A 2nd consultation with a RE and I fall in love even more with my husband.
He literally skipped out of the office, like a school boy at recess. This is the second time he has done this, and my heart overflows with love.
When I asked why, he said he loved that we are actually doing something. He says "We're doing it wifey. We are gettin' things done." He just kept saying how good he felt about the appointment. He came out of the first meeting the same way. And I love him all the more for it. I love that he is 100% in this with me- all of him. I love that he is 100% in this because he want to create family. Our family. I love that it matters to him as much as to me. I don't think I could ask for anything more.
The appointment did go well. I had more confidence in this doctor. Maybe the 1st doctor, Dr. Penelope, would have been just as good, but I walked away with the trust that was lacking in the first meeting.
She was mostly matter of fact, but enough of a human side that she wasn't off putting. We covered a lot of ground. And she was answering questions I had before I even asked them. I actually learned from her (and I consider myself very well-informed.) I didn't feel like I learned much from Dr. P. So- I am pleased and glad it worked out this way.
Tidbits from the meeting (in no organized fashion)-
So far I have been completely impressed with the compassion and customer service of the nurses, lab techs, receptionist, and billing person.
Dr. grass is greener isn't at all concerned about DH semen analysis results. That was probably the most surprising news and the best news we could receive. She is not considering it as part of our problem. She says that, while there are differing opinions, she said experience is showing that morphology numbers are less and less important. When looking at the numbers she said, quote "not bad."
She did ask about DH chemo three years ago. but seemed to agree with what the oncologists take that the chemo shouldn't be our problem.

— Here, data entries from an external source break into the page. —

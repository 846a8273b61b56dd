package mesh

import (
	"bytes"
	"context"
	"encoding/binary"
	"math"
	"runtime"
	"strings"
	"testing"

	"github.com/go-gl/mathgl/mgl64"
)

// fuzzTetra is a unit right tetrahedron (demo data) in both STL flavours.
func fuzzTetra() *Mesh {
	return &Mesh{
		Vertices:  []mgl64.Vec3{{0, 0, 0}, {1, 0, 0}, {0, 1, 0}, {0, 0, 1}},
		Triangles: [][3]int32{{0, 2, 1}, {0, 1, 3}, {0, 3, 2}, {1, 2, 3}},
	}
}

// fuzzAllocBound is what one load may allocate in total: the binary path keeps about
// 170 bytes per 50-byte record over the whole load (corner bits and their copy grouped for
// the weld, first corners, triangles, positions, per-triangle checks, half-edges), the ASCII
// parser of the stl package allocates a 4 KiB word buffer per line (garbage at once), and a
// fixed allowance covers small files. A hostile count must never show up here.
func fuzzAllocBound(data []byte) uint64 {
	lines := uint64(bytes.Count(data, []byte("\n")) + bytes.Count(data, []byte("\r")) + 1)
	return 2<<20 + 64*uint64(len(data)) + 16<<10*lines
}

func FuzzLoadSTL(f *testing.F) {
	var bin, ascii bytes.Buffer
	if err := WriteSTL(&bin, fuzzTetra(), "demo tetra"); err != nil {
		f.Fatal(err)
	}
	if err := WriteASCIISTL(&ascii, fuzzTetra(), "demo tetra"); err != nil {
		f.Fatal(err)
	}
	f.Add(bin.Bytes())
	f.Add(ascii.Bytes())
	hostile := bytes.Clone(bin.Bytes())
	binary.LittleEndian.PutUint32(hostile[80:], math.MaxUint32)
	f.Add(hostile)
	solidHead := bytes.Clone(bin.Bytes())
	copy(solidHead, "solid demo binary with a text-looking header")
	f.Add(solidHead)
	f.Add(bin.Bytes()[:100])
	f.Add([]byte("solid\nendsolid\n"))
	f.Add([]byte("solid x\nfacet normal 0 0 1\nouter loop\nvertex 0 0 nan\n"))
	f.Add([]byte{})
	// What was fixed: upper-case keywords, several solids, a misspelt keyword, text between
	// facets, a corrupt vertex far away, triangles facing different ways.
	f.Add(bytes.ToUpper(ascii.Bytes()))
	f.Add(append(bytes.Clone(ascii.Bytes()), ascii.Bytes()...))
	f.Add(bytes.Replace(ascii.Bytes(), []byte("outer loop"), []byte("outer lop"), 1))
	f.Add(bytes.Replace(ascii.Bytes(), []byte("endfacet\n"), []byte("endfacet\nsome words here\n"), 2))
	far := bytes.Clone(bin.Bytes())
	binary.LittleEndian.PutUint32(far[84+50+12:], math.Float32bits(1e6))
	f.Add(far)
	mixed := fuzzTetra()
	mixed.Triangles[1][1], mixed.Triangles[1][2] = mixed.Triangles[1][2], mixed.Triangles[1][1]
	var mixedBin bytes.Buffer
	if err := WriteSTL(&mixedBin, mixed, "demo mixed"); err != nil {
		f.Fatal(err)
	}
	f.Add(mixedBin.Bytes())

	f.Fuzz(func(t *testing.T, data []byte) {
		var before, after runtime.MemStats
		runtime.ReadMemStats(&before)
		m, rep, err := Load(context.Background(), "fuzz.stl", bytes.NewReader(data), int64(len(data)), LoadOptions{})
		runtime.ReadMemStats(&after)
		if got, bound := after.TotalAlloc-before.TotalAlloc, fuzzAllocBound(data); got > bound {
			t.Fatalf("allocated %d bytes for a %d-byte input (bound %d)", got, len(data), bound)
		}
		if err != nil {
			if !strings.Contains(err.Error(), "fuzz.stl") {
				t.Fatalf("error does not name the file: %v", err)
			}
			return
		}
		if len(m.Triangles) == 0 || rep.TrianglesRead < len(m.Triangles) || rep.Vertices != len(m.Vertices) {
			t.Fatalf("inconsistent result: %+v, %d triangles", rep, len(m.Triangles))
		}
		for _, tr := range m.Triangles {
			for _, v := range tr {
				if v < 0 || int(v) >= len(m.Vertices) {
					t.Fatalf("index %d out of range", v)
				}
			}
		}
		for _, v := range m.Vertices {
			if !finiteVec(v) {
				t.Fatalf("non-finite vertex %v got through", v)
			}
		}
		Validate(m)
	})
}
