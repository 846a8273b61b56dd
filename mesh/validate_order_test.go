package mesh

import (
	"math/rand/v2"
	"testing"
)

// edgeCountsByDefinition counts the edges straight from their definition (an undirected edge
// used by one triangle borders a hole, by more than two is non-manifold, by two that run it
// the same way joins triangles facing opposite ways), with a map: the reference for both ways
// edgeCounts buckets the half-edges.
func edgeCountsByDefinition(m *Mesh) (boundary, nonManifold, inconsistent int) {
	type use struct{ n, fwd int }
	uses := map[[2]int32]use{}
	nv := int32(len(m.Vertices))
	for _, tri := range m.Triangles {
		if !triInRange(tri, nv) {
			continue
		}
		for k := range 3 {
			a, b := tri[k], tri[(k+1)%3]
			if a == b {
				continue
			}
			key, fwd := [2]int32{a, b}, 1
			if b < a {
				key, fwd = [2]int32{b, a}, 0
			}
			u := uses[key]
			uses[key] = use{u.n + 1, u.fwd + fwd}
		}
	}
	for _, u := range uses {
		switch {
		case u.n == 1:
			boundary++
		case u.n > 2:
			nonManifold++
		case u.fwd != 1:
			inconsistent++
		}
	}
	return
}

// Both ways of counting edges (buckets of every vertex for triangles in build order, a cache
// line per vertex for scattered ones) must give the definition's counts, whatever the order:
// on a closed tube, with holes, flipped triangles, fans of up to 40 triangles on one edge
// (beyond a line's 16 slots), repeated corners and out-of-range indices.
func TestEdgeCountsMatchDefinitionInAnyOrder(t *testing.T) {
	rng := rand.New(rand.NewPCG(11, 13))
	for trial := range 24 {
		m := shapeCanalLike(12+trial%5*7, 10+trial*3)
		nv := int32(len(m.Vertices))
		if trial%2 == 1 {
			m.Triangles = m.Triangles[rng.IntN(5):] // a hole or none
			for range rng.IntN(20) {
				i := rng.IntN(len(m.Triangles))
				tr := m.Triangles[i]
				m.Triangles[i] = [3]int32{tr[0], tr[2], tr[1]}
			}
		}
		if trial%3 == 2 {
			a, b := m.Triangles[0][0], m.Triangles[0][1]
			for range 1 + rng.IntN(40) {
				m.Triangles = append(m.Triangles, [3]int32{a, b, rng.Int32N(nv)})
			}
			m.Triangles = append(m.Triangles, [3]int32{a, a, b}, [3]int32{a, nv, b}, [3]int32{-1, a, b})
		}
		if trial%4 >= 2 {
			rng.Shuffle(len(m.Triangles), func(i, j int) { m.Triangles[i], m.Triangles[j] = m.Triangles[j], m.Triangles[i] })
		}
		wb, wn, wi := edgeCountsByDefinition(m)
		if b, n, i := edgeCounts(m); b != wb || n != wn || i != wi {
			t.Errorf("trial %d (local %v): edgeCounts %d %d %d, by definition %d %d %d", trial, edgesLocal(m), b, n, i, wb, wn, wi)
		}
		if b, n, i := edgeCountsInLines(m); b != wb || n != wn || i != wi {
			t.Errorf("trial %d: by lines %d %d %d, by definition %d %d %d", trial, b, n, i, wb, wn, wi)
		}
	}
}
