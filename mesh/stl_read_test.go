package mesh

import (
	"bytes"
	"context"
	"encoding/binary"
	"errors"
	"math"
	"os"
	"path/filepath"
	"runtime"
	"strconv"
	"strings"
	"testing"

	"github.com/go-gl/mathgl/mgl64"
)

func loadBytes(t *testing.T, name string, data []byte, opt LoadOptions) (*Mesh, LoadReport, error) {
	t.Helper()
	return Load(context.Background(), name, bytes.NewReader(data), int64(len(data)), opt)
}

func mustLoad(t *testing.T, name string, data []byte, opt LoadOptions) (*Mesh, LoadReport) {
	t.Helper()
	m, rep, err := loadBytes(t, name, data, opt)
	if err != nil {
		t.Fatalf("load %s: %v", name, err)
	}
	return m, rep
}

func wantErr(t *testing.T, err error, parts ...string) {
	t.Helper()
	if err == nil {
		t.Fatalf("want an error mentioning %q, got none", parts)
	}
	for _, p := range parts {
		if !strings.Contains(err.Error(), p) {
			t.Errorf("error %q does not mention %q", err, p)
		}
	}
}

func hasWarning(rep LoadReport, parts ...string) bool {
	for _, w := range rep.Warnings {
		ok := true
		for _, p := range parts {
			ok = ok && strings.Contains(w, p)
		}
		if ok {
			return true
		}
	}
	return false
}

// Binary STL layout (the format's own definition): 80-byte header, uint32 count, 50 bytes per
// triangle. A round trip must give back the generator's topology exactly: same vertex and
// triangle counts, a closed manifold surface, the same volume to float32 precision.
func TestLoadBinaryRoundTrip(t *testing.T) {
	src := shapeCylinder(0.5, 10, 48, 12)
	data := shapeBinarySTL(t, src)
	if want := 84 + 50*len(src.Triangles); len(data) != want {
		t.Fatalf("binary size %d, want 84 + 50n = %d", len(data), want)
	}
	var calls int
	var last int64
	m, rep := mustLoad(t, "cyl.stl", data, LoadOptions{Progress: func(done, total int64) {
		calls++
		last = done
		if total != int64(len(data)) {
			t.Errorf("progress total %d, want %d", total, len(data))
		}
	}})
	if rep.Format != "binary" || rep.TrianglesRead != len(src.Triangles) || rep.Vertices != len(src.Vertices) || rep.DegenerateRemoved != 0 {
		t.Errorf("report %+v, want binary with %d triangles and %d vertices", rep, len(src.Triangles), len(src.Vertices))
	}
	if len(rep.Warnings) != 0 {
		t.Errorf("a clean closed cylinder drew warnings: %q", rep.Warnings)
	}
	if calls == 0 || last != int64(len(data)) {
		t.Errorf("progress called %d times, last %d, want the end %d", calls, last, len(data))
	}
	within(t, "volume after round trip", Volume(m), Volume(src), 1e-6)
	if r := Validate(m); !r.Closed || !r.Manifold || r.Shells != 1 {
		t.Errorf("round trip lost closure: %+v", r)
	}
	// Vertices in first-appearance order: the first triangle's corners are 0, 1, 2.
	if m.Triangles[0] != [3]int32{0, 1, 2} {
		t.Errorf("first triangle %v, want 0 1 2", m.Triangles[0])
	}
}

func TestLoadScale(t *testing.T) {
	src := shapeCylinder(500, 10000, 32, 4) // micrometres
	m, rep := mustLoad(t, "um.stl", shapeBinarySTL(t, src), LoadOptions{Scale: 0.001})
	within(t, "scaled volume", Volume(m), Volume(src)*1e-9, 1e-5)
	if hasWarning(rep, "--scale") {
		t.Errorf("scaled load still warns about units: %q", rep.Warnings)
	}
	_, _, err := loadBytes(t, "um.stl", shapeBinarySTL(t, src), LoadOptions{Scale: -1})
	wantErr(t, err, "um.stl", "scale")
}

// ASCII STL keywords: solid / facet normal / outer loop / vertex / endloop / endfacet / endsolid.
func TestLoadASCIIMatchesBinary(t *testing.T) {
	src := shapeTorusSection(5, 0.6, 1, 24, 16)
	var buf bytes.Buffer
	if err := WriteASCIISTL(&buf, src, "demo torus"); err != nil {
		t.Fatal(err)
	}
	ma, ra := mustLoad(t, "t.stl", buf.Bytes(), LoadOptions{})
	mb, rb := mustLoad(t, "t.stl", shapeBinarySTL(t, src), LoadOptions{})
	if ra.Format != "ascii" || rb.Format != "binary" {
		t.Fatalf("formats %q %q", ra.Format, rb.Format)
	}
	if len(ma.Vertices) != len(mb.Vertices) || len(ma.Triangles) != len(mb.Triangles) {
		t.Fatalf("ascii %d/%d vs binary %d/%d", len(ma.Vertices), len(ma.Triangles), len(mb.Vertices), len(mb.Triangles))
	}
	for i := range ma.Vertices {
		if ma.Vertices[i] != mb.Vertices[i] {
			t.Fatalf("vertex %d: ascii %v binary %v (both carry float32 values)", i, ma.Vertices[i], mb.Vertices[i])
		}
	}
}

// Common practice: some exporters write "solid" with no name, CRLF line ends, leading blank lines.
func TestLoadASCIIVariants(t *testing.T) {
	tet := "facet normal 0 0 -1\n outer loop\n vertex 0 0 0\n vertex 0 1 0\n vertex 1 0 0\n endloop\nendfacet\n" +
		"facet normal 0 -1 0\n outer loop\n vertex 0 0 0\n vertex 1 0 0\n vertex 0 0 1\n endloop\nendfacet\n" +
		"facet normal -1 0 0\n outer loop\n vertex 0 0 0\n vertex 0 0 1\n vertex 0 1 0\n endloop\nendfacet\n" +
		"facet normal 1 1 1\n outer loop\n vertex 1 0 0\n vertex 0 1 0\n vertex 0 0 1\n endloop\nendfacet\n"
	for name, text := range map[string]string{
		"named":    "solid tet\n" + tet + "endsolid tet\n",
		"unnamed":  "solid\n" + tet + "endsolid\n",
		"crlf":     strings.ReplaceAll("solid tet\n"+tet+"endsolid tet\n", "\n", "\r\n"),
		"leading":  "\n\n  solid tet\n" + tet + "endsolid tet",
		"bom":      "\xEF\xBB\xBFsolid tet\n" + tet + "endsolid tet\n",
		"exponent": strings.ReplaceAll("solid tet\n"+tet+"endsolid\n", "vertex 1 0 0", "vertex 1.0e+00 0e0 -0.0"),
	} {
		m, rep, err := loadBytes(t, name+".stl", []byte(text), LoadOptions{Scale: 10})
		if err != nil {
			t.Errorf("%s: %v", name, err)
			continue
		}
		// A right tetrahedron with unit legs holds 1/6; scaled by 10 that is 1000/6.
		if rep.Format != "ascii" || len(m.Triangles) != 4 || len(m.Vertices) != 4 || math.Abs(Volume(m)-1000.0/6) > 1e-9 {
			t.Errorf("%s: %+v volume %g", name, rep, Volume(m))
		}
	}
}

// A binary file whose header starts with "solid" is still binary when its length is 84 + 50n.
func TestLoadBinaryHeaderStartingWithSolid(t *testing.T) {
	src := shapeCylinder(0.5, 3, 16, 2)
	data := shapeBinarySTL(t, src)
	copy(data, "solid exported by a tool that writes ASCII-looking headers")
	_, rep := mustLoad(t, "solidhead.stl", data, LoadOptions{})
	if rep.Format != "binary" || rep.TrianglesRead != len(src.Triangles) {
		t.Errorf("report %+v", rep)
	}
	// The same with a wrong length: an error naming the count and the size, not an ASCII parse.
	_, _, err := loadBytes(t, "solidhead.stl", data[:len(data)-7], LoadOptions{})
	wantErr(t, err, "solidhead.stl", "84", "bytes")
}

func TestLoadEmptyFile(t *testing.T) {
	_, _, err := loadBytes(t, "empty.stl", nil, LoadOptions{})
	wantErr(t, err, "empty.stl", "empty")
}

func TestLoadTruncatedBinary(t *testing.T) {
	data := shapeBinarySTL(t, shapeCylinder(1, 2, 12, 2))
	n := binary.LittleEndian.Uint32(data[80:])
	_, _, err := loadBytes(t, "cut.stl", data[:len(data)-30], LoadOptions{})
	wantErr(t, err, "cut.stl", "truncated", strconv.Itoa(int(n)), strconv.Itoa(len(data)-30))
	_, _, err = loadBytes(t, "short.stl", data[:40], LoadOptions{})
	wantErr(t, err, "short.stl", "40 bytes")
}

// A count of four billion in a 134-byte file must be refused before anything is allocated.
func TestLoadHostileCountDoesNotAllocate(t *testing.T) {
	data := make([]byte, 84+50)
	binary.LittleEndian.PutUint32(data[80:], math.MaxUint32)
	var before, after runtime.MemStats
	runtime.ReadMemStats(&before)
	_, _, err := loadBytes(t, "hostile.stl", data, LoadOptions{})
	runtime.ReadMemStats(&after)
	wantErr(t, err, "hostile.stl", "4294967295", "134 bytes")
	if got := after.TotalAlloc - before.TotalAlloc; got > 64<<10 {
		t.Errorf("refusing a hostile count allocated %d bytes", got)
	}
}

func TestLoadASCIIGarbage(t *testing.T) {
	text := "solid x\nfacet normal 0 0 1\n outer loop\n vertex 0 0 0\n vertex 1 0 zero\n vertex 0 1 0\n endloop\nendfacet\nendsolid x\n"
	_, _, err := loadBytes(t, "bad.stl", []byte(text), LoadOptions{})
	wantErr(t, err, "bad.stl", "line 5")
	_, _, err = loadBytes(t, "noend.stl", []byte("solid x\nfacet normal 0 0 1\n outer loop\n vertex 0 0 0\n"), LoadOptions{})
	wantErr(t, err, "noend.stl", "line")
	_, _, err = loadBytes(t, "noise.stl", []byte("this is not a surface at all, just some words that run on long enough to pass the header size"), LoadOptions{})
	wantErr(t, err, "noise.stl", "not an STL file")
	_, _, err = loadBytes(t, "zero.stl", []byte("solid x\nendsolid x\n"), LoadOptions{})
	wantErr(t, err, "zero.stl", "no triangles")
}

func TestLoadNaNAndInf(t *testing.T) {
	src := shapeCylinder(1, 2, 12, 2)
	for _, bad := range []float32{float32(math.NaN()), float32(math.Inf(1)), float32(math.Inf(-1))} {
		data := shapeBinarySTL(t, src)
		// Triangle 7 (1-based), second corner's y: bytes 84 + 6*50 + 12 (normal) + 12 + 4.
		binary.LittleEndian.PutUint32(data[84+6*50+28:], math.Float32bits(bad))
		_, _, err := loadBytes(t, "nan.stl", data, LoadOptions{})
		wantErr(t, err, "nan.stl", "triangle 7 ", "byte 384", "not a finite number")
	}
	text := "solid x\nfacet normal 0 0 1\n outer loop\n vertex 0 0 0\n vertex 1 0 0\n vertex 0 1 0\n endloop\nendfacet\n" +
		"facet normal 0 0 1\n outer loop\n vertex 0 0 0\n vertex 1 0 nan\n vertex 0 1 0\n endloop\nendfacet\nendsolid x\n"
	_, _, err := loadBytes(t, "nan.stl", []byte(text), LoadOptions{})
	wantErr(t, err, "nan.stl", "triangle 2 ", "not a finite number")
	_, _, err = loadBytes(t, "inf.stl", []byte(strings.Replace(text, "nan", "-Inf", 1)), LoadOptions{})
	wantErr(t, err, "inf.stl", "triangle 2 ")
}

func TestLoadWarnsAboutHole(t *testing.T) {
	m := shapeCylinder(1, 4, 24, 4)
	m.Triangles = m.Triangles[1:]
	_, rep := mustLoad(t, "hole.stl", shapeBinarySTL(t, m), LoadOptions{})
	if !hasWarning(rep, "not closed", "3 edges", "Close the holes") {
		t.Errorf("no hole warning: %q", rep.Warnings)
	}
}

func TestLoadWarnsAboutTwoShells(t *testing.T) {
	m := shapeMerge(shapeCylinder(1, 4, 24, 4), shapeMove(shapeCylinder(1, 4, 24, 4), mgl64.Vec3{5, 0, 0}))
	got, rep := mustLoad(t, "two.stl", shapeBinarySTL(t, m), LoadOptions{})
	if !hasWarning(rep, "2 separate surfaces", "largest") {
		t.Errorf("no shell warning: %q", rep.Warnings)
	}
	if len(got.Triangles) != len(m.Triangles) {
		t.Errorf("both shells must be kept: %d of %d triangles", len(got.Triangles), len(m.Triangles))
	}
}

func TestLoadWarnsAboutOpenTube(t *testing.T) {
	m := shapeTube(straightFrame(6), constRadius(0.5), 32, 10, false)
	_, rep := mustLoad(t, "open.stl", shapeBinarySTL(t, m), LoadOptions{})
	// An uncapped tube has two rims of 32 edges each.
	if !hasWarning(rep, "not closed", "64 edges") {
		t.Errorf("no open-tube warning: %q", rep.Warnings)
	}
}

func TestLoadWarnsAboutMicrometres(t *testing.T) {
	m := shapeScale(shapeCylinder(0.5, 20, 24, 4), 1000)
	_, rep := mustLoad(t, "um.stl", shapeBinarySTL(t, m), LoadOptions{})
	if !hasWarning(rep, "micrometres", "--scale 0.001") {
		t.Errorf("no unit warning: %q", rep.Warnings)
	}
}

func TestLoadDropsDegenerate(t *testing.T) {
	m := shapeCylinder(1, 4, 24, 4)
	n := len(m.Triangles)
	m.Triangles = append(m.Triangles, [3]int32{0, 0, 1}, [3]int32{0, 1, 1})
	// A collinear triangle: three points on one generator line of the side.
	m.Vertices = append(m.Vertices, mgl64.Vec3{1, 0, 0.5})
	m.Triangles = append(m.Triangles, [3]int32{0, int32(len(m.Vertices) - 1), 24})
	got, rep := mustLoad(t, "deg.stl", shapeBinarySTL(t, m), LoadOptions{})
	if rep.DegenerateRemoved != 3 || len(got.Triangles) != n || len(got.Vertices) != len(m.Vertices)-1 {
		t.Errorf("removed %d (want 3), %d triangles (want %d), %d vertices (want %d)",
			rep.DegenerateRemoved, len(got.Triangles), n, len(got.Vertices), len(m.Vertices)-1)
	}
	if !hasWarning(rep, "3 triangles") {
		t.Errorf("no degenerate note: %q", rep.Warnings)
	}
}

func TestLoadCancel(t *testing.T) {
	data := shapeBinarySTL(t, shapeCylinder(1, 4, 64, 64))
	ctx, cancel := context.WithCancel(context.Background())
	cancel()
	_, _, err := Load(ctx, "c.stl", bytes.NewReader(data), int64(len(data)), LoadOptions{})
	if !errors.Is(err, context.Canceled) {
		t.Fatalf("want context.Canceled, got %v", err)
	}
	wantErr(t, err, "c.stl")
}

func TestLoadFileAndWriteFile(t *testing.T) {
	dir := t.TempDir()
	path := filepath.Join(dir, "demo.stl")
	src := shapeFrustum(1, 0.5, 3, 24, 3)
	if err := WriteSTLFile(path, src); err != nil {
		t.Fatal(err)
	}
	m, _, err := LoadFile(context.Background(), path, LoadOptions{})
	if err != nil {
		t.Fatal(err)
	}
	within(t, "file volume", Volume(m), Volume(src), 1e-6)
	_, _, err = LoadFile(context.Background(), filepath.Join(dir, "missing.stl"), LoadOptions{})
	wantErr(t, err, "missing.stl")
	_, _, err = LoadFile(context.Background(), dir, LoadOptions{})
	wantErr(t, err, dir, "folder")
	if err := os.WriteFile(path, nil, 0o644); err != nil {
		t.Fatal(err)
	}
	_, _, err = LoadFile(context.Background(), path, LoadOptions{})
	wantErr(t, err, path, "empty")
}

func TestLoadWarnsAboutLargeAndTinyModels(t *testing.T) {
	m := shapeCylinder(0.5, 10, 16, 2)
	w := loadNotes(m, LoadReport{TrianglesRead: largeMeshTriangles + 1})
	if !hasWarning(LoadReport{Warnings: w}, "2000001 triangles", "coarser") {
		t.Errorf("no size warning: %q", w)
	}
	// A canal modelled in metres: 0.01 units long.
	w = loadNotes(shapeScale(m, 0.001), LoadReport{TrianglesRead: len(m.Triangles)})
	if !hasWarning(LoadReport{Warnings: w}, "--scale 1000") {
		t.Errorf("no metre warning: %q", w)
	}
}
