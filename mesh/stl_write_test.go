package mesh

import (
	"bytes"
	"encoding/binary"
	"math"
	"strings"
	"testing"

	"github.com/go-gl/mathgl/mgl64"
)

// Binary STL record layout (the format's definition): 80-byte header, uint32 count, then per
// triangle normal, three corners (float32 little endian) and a 2-byte attribute.
func TestWriteSTLLayout(t *testing.T) {
	m := &Mesh{Vertices: []mgl64.Vec3{{0, 0, 0}, {2, 0, 0}, {0, 2, 0}}, Triangles: [][3]int32{{0, 1, 2}}}
	var buf bytes.Buffer
	if err := WriteSTL(&buf, m, "demo one triangle"); err != nil {
		t.Fatal(err)
	}
	d := buf.Bytes()
	if len(d) != 84+50 || !strings.HasPrefix(string(d), "demo one triangle") || binary.LittleEndian.Uint32(d[80:]) != 1 {
		t.Fatalf("header wrong: %d bytes", len(d))
	}
	f := func(off int) float32 { return math.Float32frombits(binary.LittleEndian.Uint32(d[off:])) }
	want := []float32{0, 0, 1, 0, 0, 0, 2, 0, 0, 0, 2, 0}
	for i, w := range want {
		if got := f(84 + 4*i); got != w {
			t.Errorf("float %d = %g, want %g", i, got, w)
		}
	}
	if d[132] != 0 || d[133] != 0 {
		t.Error("attribute bytes not zero")
	}
}

func TestWriteASCIISTL(t *testing.T) {
	m := &Mesh{Vertices: []mgl64.Vec3{{0, 0, 0}, {0.1, 0, 0}, {0, 1e-3, 0}}, Triangles: [][3]int32{{0, 1, 2}}}
	var buf bytes.Buffer
	if err := WriteASCIISTL(&buf, m, "demo\nname"); err != nil {
		t.Fatal(err)
	}
	text := buf.String()
	for _, want := range []string{"solid demo_name\n", "facet normal 0 0 1\n", "outer loop\n", "vertex 0.1 0 0\n", "vertex 0 0.001 0\n", "endloop\n", "endfacet\n", "endsolid demo_name\n"} {
		if !strings.Contains(text, want) {
			t.Errorf("ASCII output lacks %q:\n%s", want, text)
		}
	}
}
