package mesh

import (
	"fmt"
	"io/fs"
	"os"
)

// OpenInput opens a file to read, refusing what is not a regular file (a named pipe would block
// the read forever, a device such as /dev/zero never ends) and files longer than maxBytes
// (0: no limit). It returns the file and its length. Errors name the path.
func OpenInput(path string, maxBytes int64) (*os.File, int64, error) {
	// Stat before opening: opening a named pipe for reading blocks until a writer comes.
	st, err := os.Stat(path)
	if err != nil {
		return nil, 0, fmt.Errorf("%s: cannot open: %w", path, err)
	}
	if err := regularInput(path, st); err != nil {
		return nil, 0, err
	}
	f, err := os.Open(path)
	if err != nil {
		return nil, 0, fmt.Errorf("%s: cannot open: %w", path, err)
	}
	if st, err = f.Stat(); err != nil {
		f.Close()
		return nil, 0, fmt.Errorf("%s: %w", path, err)
	}
	if err := regularInput(path, st); err != nil {
		f.Close()
		return nil, 0, err
	}
	if maxBytes > 0 && st.Size() > maxBytes {
		f.Close()
		return nil, 0, fmt.Errorf("%s: %s, more than the %s this kind of file can need", path, byteSize(st.Size()), byteSize(maxBytes))
	}
	return f, st.Size(), nil
}

func regularInput(path string, st fs.FileInfo) error {
	m := st.Mode()
	switch {
	case m.IsRegular():
		return nil
	case m.IsDir():
		return fmt.Errorf("%s: is a folder, not a file", path)
	case m&fs.ModeNamedPipe != 0:
		return fmt.Errorf("%s: is a named pipe, not a file; save the data to a file first", path)
	case m&fs.ModeDevice != 0:
		return fmt.Errorf("%s: is a device, not a file", path)
	default:
		return fmt.Errorf("%s: is not a regular file", path)
	}
}

// byteSize writes a length for people: 1.5 GB, 320 kB, 12 bytes.
func byteSize(n int64) string {
	switch {
	case n >= 1<<30:
		return fmt.Sprintf("%.1f GB", float64(n)/(1<<30))
	case n >= 1<<20:
		return fmt.Sprintf("%.1f MB", float64(n)/(1<<20))
	case n >= 1<<10:
		return fmt.Sprintf("%.0f kB", float64(n)/(1<<10))
	}
	return fmt.Sprintf("%d bytes", n)
}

So,- the focus is on me. My heart got a bit heavy when I re-remembered that we have to resolve TWO issues- 1) the fact that we are not getting pregnant easily (TTC for near two years) AND 2) that if I get pregnant we don't know what will happen. I realized I have been living in denial - I have only focused on the difficulty getting pregnant. This was a clear reminder that we don't yet know what will happen if I do get pregnant. argh.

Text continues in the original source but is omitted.